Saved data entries
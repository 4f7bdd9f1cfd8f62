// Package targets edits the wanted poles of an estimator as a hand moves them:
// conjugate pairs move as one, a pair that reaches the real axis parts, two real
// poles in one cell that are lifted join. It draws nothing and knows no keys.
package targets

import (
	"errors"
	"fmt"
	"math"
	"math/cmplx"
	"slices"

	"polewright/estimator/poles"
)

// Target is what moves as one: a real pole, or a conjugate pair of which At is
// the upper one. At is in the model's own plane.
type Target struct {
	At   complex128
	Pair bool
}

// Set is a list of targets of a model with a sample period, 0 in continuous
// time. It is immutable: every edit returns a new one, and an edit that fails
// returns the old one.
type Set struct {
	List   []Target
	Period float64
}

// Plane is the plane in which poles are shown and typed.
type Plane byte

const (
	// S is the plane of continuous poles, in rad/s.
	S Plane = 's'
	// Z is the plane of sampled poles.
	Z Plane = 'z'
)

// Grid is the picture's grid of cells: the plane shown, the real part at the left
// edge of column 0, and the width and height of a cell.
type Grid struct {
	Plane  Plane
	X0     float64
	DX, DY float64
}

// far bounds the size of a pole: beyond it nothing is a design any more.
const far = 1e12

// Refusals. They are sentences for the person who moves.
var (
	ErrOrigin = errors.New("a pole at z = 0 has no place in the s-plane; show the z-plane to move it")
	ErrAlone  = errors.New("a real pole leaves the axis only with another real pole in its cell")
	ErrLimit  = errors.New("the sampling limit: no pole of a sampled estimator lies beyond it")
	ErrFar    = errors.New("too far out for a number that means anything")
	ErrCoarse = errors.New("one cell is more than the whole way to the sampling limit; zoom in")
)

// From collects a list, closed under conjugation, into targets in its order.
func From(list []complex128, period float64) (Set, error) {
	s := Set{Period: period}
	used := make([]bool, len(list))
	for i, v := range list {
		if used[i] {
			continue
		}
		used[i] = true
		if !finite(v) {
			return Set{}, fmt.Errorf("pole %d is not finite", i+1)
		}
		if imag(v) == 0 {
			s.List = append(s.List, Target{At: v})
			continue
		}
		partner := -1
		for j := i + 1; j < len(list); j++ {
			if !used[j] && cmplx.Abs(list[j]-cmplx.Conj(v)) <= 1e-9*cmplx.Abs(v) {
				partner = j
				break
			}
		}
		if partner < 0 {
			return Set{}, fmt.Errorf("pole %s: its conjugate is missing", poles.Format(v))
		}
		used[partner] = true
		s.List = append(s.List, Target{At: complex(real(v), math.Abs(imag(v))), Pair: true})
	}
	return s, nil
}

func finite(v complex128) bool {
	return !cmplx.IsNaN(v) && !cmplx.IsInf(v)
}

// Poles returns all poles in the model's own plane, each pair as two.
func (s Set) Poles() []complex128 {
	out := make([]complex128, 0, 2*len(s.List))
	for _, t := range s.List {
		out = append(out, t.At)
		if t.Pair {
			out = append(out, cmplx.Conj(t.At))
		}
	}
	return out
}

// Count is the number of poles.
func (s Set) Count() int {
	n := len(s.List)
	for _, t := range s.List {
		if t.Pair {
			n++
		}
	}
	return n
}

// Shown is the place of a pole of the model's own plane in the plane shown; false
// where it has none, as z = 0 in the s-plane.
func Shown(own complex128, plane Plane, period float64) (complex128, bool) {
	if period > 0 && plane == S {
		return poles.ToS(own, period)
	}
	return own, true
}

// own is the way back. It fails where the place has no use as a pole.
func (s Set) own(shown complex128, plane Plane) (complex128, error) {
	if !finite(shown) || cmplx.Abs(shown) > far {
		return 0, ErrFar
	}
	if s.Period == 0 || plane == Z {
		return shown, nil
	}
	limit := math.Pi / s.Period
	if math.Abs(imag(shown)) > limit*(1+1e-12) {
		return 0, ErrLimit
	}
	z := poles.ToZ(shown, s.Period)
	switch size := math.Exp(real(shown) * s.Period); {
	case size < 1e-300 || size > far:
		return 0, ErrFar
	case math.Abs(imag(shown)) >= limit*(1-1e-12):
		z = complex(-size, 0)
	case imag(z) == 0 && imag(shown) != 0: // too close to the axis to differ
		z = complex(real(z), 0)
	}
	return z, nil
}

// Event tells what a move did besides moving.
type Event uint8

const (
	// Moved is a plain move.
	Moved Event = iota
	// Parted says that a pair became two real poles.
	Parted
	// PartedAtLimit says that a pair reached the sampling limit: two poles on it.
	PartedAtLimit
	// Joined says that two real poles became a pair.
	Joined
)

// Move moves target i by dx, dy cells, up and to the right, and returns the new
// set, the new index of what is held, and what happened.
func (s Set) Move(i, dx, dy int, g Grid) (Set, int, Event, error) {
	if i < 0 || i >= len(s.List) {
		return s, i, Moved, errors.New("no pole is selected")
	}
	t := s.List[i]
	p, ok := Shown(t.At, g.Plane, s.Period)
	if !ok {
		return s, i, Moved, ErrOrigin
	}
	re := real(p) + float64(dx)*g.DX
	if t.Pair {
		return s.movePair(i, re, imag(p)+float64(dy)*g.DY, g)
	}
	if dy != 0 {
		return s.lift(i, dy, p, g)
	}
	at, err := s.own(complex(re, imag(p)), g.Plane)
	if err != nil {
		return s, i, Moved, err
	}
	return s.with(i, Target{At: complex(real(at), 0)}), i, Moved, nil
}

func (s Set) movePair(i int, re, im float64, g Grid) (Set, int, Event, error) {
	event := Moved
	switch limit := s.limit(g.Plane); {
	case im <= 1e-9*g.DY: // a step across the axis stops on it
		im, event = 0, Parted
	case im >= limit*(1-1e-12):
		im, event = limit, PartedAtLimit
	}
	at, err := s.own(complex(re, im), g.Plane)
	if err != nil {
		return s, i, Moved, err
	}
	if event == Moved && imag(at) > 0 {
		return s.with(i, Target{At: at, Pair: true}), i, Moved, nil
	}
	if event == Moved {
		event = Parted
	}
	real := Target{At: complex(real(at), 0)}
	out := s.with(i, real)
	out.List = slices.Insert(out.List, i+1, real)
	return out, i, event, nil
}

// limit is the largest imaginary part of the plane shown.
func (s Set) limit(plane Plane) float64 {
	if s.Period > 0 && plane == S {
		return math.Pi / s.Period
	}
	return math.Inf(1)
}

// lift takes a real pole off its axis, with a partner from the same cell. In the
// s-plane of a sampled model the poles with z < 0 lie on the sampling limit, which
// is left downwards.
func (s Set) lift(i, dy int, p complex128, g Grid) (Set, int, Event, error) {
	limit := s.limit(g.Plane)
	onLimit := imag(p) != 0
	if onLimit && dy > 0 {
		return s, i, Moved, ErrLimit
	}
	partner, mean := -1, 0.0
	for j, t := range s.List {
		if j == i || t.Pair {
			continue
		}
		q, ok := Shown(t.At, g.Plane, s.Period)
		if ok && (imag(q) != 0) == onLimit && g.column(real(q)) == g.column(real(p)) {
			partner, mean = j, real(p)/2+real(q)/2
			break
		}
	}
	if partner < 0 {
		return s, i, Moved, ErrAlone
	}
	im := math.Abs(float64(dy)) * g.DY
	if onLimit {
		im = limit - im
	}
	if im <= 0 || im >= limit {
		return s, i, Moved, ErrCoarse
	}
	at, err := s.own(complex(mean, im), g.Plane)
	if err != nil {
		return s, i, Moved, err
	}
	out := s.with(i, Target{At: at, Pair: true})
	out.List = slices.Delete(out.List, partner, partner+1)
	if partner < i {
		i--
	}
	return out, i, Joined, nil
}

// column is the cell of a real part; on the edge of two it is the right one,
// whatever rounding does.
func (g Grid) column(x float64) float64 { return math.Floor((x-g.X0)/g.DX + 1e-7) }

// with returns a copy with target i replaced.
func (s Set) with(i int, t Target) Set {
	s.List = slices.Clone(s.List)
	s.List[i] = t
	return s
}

...

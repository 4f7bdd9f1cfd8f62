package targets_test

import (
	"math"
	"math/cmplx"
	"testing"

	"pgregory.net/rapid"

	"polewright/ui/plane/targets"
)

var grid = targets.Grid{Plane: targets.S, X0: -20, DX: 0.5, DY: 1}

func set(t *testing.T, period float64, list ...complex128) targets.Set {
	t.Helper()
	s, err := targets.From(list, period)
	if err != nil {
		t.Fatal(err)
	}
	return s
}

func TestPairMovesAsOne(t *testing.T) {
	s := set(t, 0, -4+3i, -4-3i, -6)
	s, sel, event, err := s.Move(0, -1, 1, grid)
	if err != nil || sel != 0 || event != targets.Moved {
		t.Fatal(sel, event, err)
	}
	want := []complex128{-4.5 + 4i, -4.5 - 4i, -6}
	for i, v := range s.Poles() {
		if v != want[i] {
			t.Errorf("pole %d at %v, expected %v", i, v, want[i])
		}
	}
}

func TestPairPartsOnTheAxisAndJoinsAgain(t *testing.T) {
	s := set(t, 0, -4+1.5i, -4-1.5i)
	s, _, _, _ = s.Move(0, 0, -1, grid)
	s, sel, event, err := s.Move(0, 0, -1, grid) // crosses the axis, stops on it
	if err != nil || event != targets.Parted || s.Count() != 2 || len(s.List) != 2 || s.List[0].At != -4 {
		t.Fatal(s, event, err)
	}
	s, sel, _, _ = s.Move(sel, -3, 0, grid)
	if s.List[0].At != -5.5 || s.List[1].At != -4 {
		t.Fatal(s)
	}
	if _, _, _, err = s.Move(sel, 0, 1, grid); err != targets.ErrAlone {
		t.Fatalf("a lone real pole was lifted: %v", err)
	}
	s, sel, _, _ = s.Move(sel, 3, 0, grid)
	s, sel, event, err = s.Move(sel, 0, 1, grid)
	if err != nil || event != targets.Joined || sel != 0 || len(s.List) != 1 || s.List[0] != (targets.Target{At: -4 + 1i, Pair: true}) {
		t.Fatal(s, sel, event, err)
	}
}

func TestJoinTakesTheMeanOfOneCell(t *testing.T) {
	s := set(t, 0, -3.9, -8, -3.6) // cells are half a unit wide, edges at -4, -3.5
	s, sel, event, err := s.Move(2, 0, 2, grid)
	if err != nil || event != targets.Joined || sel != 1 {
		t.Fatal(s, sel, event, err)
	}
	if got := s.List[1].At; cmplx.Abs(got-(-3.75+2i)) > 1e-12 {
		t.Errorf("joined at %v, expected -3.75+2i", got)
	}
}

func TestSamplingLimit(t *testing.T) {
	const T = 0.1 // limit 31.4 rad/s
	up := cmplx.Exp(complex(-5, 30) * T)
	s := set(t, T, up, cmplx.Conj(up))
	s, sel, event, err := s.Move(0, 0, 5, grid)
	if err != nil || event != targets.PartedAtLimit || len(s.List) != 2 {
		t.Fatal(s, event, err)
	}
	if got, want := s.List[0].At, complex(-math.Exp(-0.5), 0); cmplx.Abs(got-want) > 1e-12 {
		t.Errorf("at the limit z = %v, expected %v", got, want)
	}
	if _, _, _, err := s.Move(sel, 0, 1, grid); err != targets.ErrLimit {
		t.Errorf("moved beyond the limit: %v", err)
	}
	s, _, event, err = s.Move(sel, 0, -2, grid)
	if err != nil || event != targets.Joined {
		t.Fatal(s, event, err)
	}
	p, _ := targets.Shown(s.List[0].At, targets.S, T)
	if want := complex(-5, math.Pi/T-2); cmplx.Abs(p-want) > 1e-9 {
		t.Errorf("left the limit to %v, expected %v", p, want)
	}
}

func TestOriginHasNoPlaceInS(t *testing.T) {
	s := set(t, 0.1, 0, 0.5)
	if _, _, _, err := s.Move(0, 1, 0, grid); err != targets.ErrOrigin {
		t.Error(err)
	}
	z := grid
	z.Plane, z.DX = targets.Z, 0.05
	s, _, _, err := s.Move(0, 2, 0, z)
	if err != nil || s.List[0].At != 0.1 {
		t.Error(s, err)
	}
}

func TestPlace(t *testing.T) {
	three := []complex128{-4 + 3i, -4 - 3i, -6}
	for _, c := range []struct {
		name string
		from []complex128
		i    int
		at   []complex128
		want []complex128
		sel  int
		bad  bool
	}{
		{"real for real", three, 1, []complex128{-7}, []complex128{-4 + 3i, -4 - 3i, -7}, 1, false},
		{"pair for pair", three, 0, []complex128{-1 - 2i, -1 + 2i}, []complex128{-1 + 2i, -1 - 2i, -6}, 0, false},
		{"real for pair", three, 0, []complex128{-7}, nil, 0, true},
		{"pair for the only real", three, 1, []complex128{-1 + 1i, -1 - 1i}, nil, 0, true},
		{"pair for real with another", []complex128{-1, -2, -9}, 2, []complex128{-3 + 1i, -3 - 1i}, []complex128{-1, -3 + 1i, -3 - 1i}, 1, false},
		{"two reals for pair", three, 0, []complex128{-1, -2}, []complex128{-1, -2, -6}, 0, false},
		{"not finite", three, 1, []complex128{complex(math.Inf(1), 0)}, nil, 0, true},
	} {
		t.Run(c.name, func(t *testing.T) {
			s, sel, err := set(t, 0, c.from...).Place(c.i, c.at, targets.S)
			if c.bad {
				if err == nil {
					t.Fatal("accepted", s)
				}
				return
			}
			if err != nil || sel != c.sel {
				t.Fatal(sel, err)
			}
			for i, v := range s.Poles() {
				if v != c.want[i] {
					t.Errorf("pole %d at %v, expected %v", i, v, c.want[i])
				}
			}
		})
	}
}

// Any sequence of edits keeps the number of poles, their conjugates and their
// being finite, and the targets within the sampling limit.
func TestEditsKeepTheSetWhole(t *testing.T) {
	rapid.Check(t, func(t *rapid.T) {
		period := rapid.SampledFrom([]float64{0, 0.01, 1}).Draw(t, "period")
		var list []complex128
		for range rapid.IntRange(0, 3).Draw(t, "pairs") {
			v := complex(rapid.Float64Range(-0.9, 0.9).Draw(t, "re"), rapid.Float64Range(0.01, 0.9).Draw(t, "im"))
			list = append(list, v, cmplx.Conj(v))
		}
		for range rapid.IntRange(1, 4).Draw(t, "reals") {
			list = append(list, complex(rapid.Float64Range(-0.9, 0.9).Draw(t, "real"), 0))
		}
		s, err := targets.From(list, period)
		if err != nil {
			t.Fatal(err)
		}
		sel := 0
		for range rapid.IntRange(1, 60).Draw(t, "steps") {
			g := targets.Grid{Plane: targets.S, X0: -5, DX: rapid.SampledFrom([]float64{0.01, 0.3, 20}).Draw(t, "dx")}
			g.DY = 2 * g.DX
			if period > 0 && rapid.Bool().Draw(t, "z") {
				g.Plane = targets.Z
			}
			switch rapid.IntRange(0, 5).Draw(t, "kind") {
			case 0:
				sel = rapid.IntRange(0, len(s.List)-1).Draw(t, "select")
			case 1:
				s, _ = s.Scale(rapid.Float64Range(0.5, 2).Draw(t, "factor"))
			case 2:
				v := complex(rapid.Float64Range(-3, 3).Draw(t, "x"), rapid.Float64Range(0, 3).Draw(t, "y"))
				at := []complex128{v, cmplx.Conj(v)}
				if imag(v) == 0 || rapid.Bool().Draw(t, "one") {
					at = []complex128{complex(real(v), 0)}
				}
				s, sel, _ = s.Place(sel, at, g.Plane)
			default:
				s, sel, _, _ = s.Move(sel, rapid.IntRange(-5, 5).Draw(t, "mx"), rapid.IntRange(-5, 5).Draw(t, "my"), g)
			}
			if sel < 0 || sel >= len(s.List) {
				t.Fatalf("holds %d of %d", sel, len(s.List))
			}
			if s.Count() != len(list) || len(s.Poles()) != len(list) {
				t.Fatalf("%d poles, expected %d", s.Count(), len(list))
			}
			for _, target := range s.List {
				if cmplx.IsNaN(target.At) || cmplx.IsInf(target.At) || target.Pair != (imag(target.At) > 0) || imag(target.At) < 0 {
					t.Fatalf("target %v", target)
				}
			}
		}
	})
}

*Task item*:
Out of the entries above, write out only the lines between the line holding "im, event = limit, PartedAtLimit" and the line holding "out := s.with(i, real)", inclusive, each exactly as given.

*Answer to this problem*:
		im, event = limit, PartedAtLimit
	}
	at, err := s.own(complex(re, im), g.Plane)
	if err != nil {
		return s, i, Moved, err
	}
	if event == Moved && imag(at) > 0 {
		return s.with(i, Target{At: at, Pair: true}), i, Moved, nil
	}
	if event == Moved {
		event = Parted
	}
	real := Target{At: complex(real(at), 0)}
	out := s.with(i, real)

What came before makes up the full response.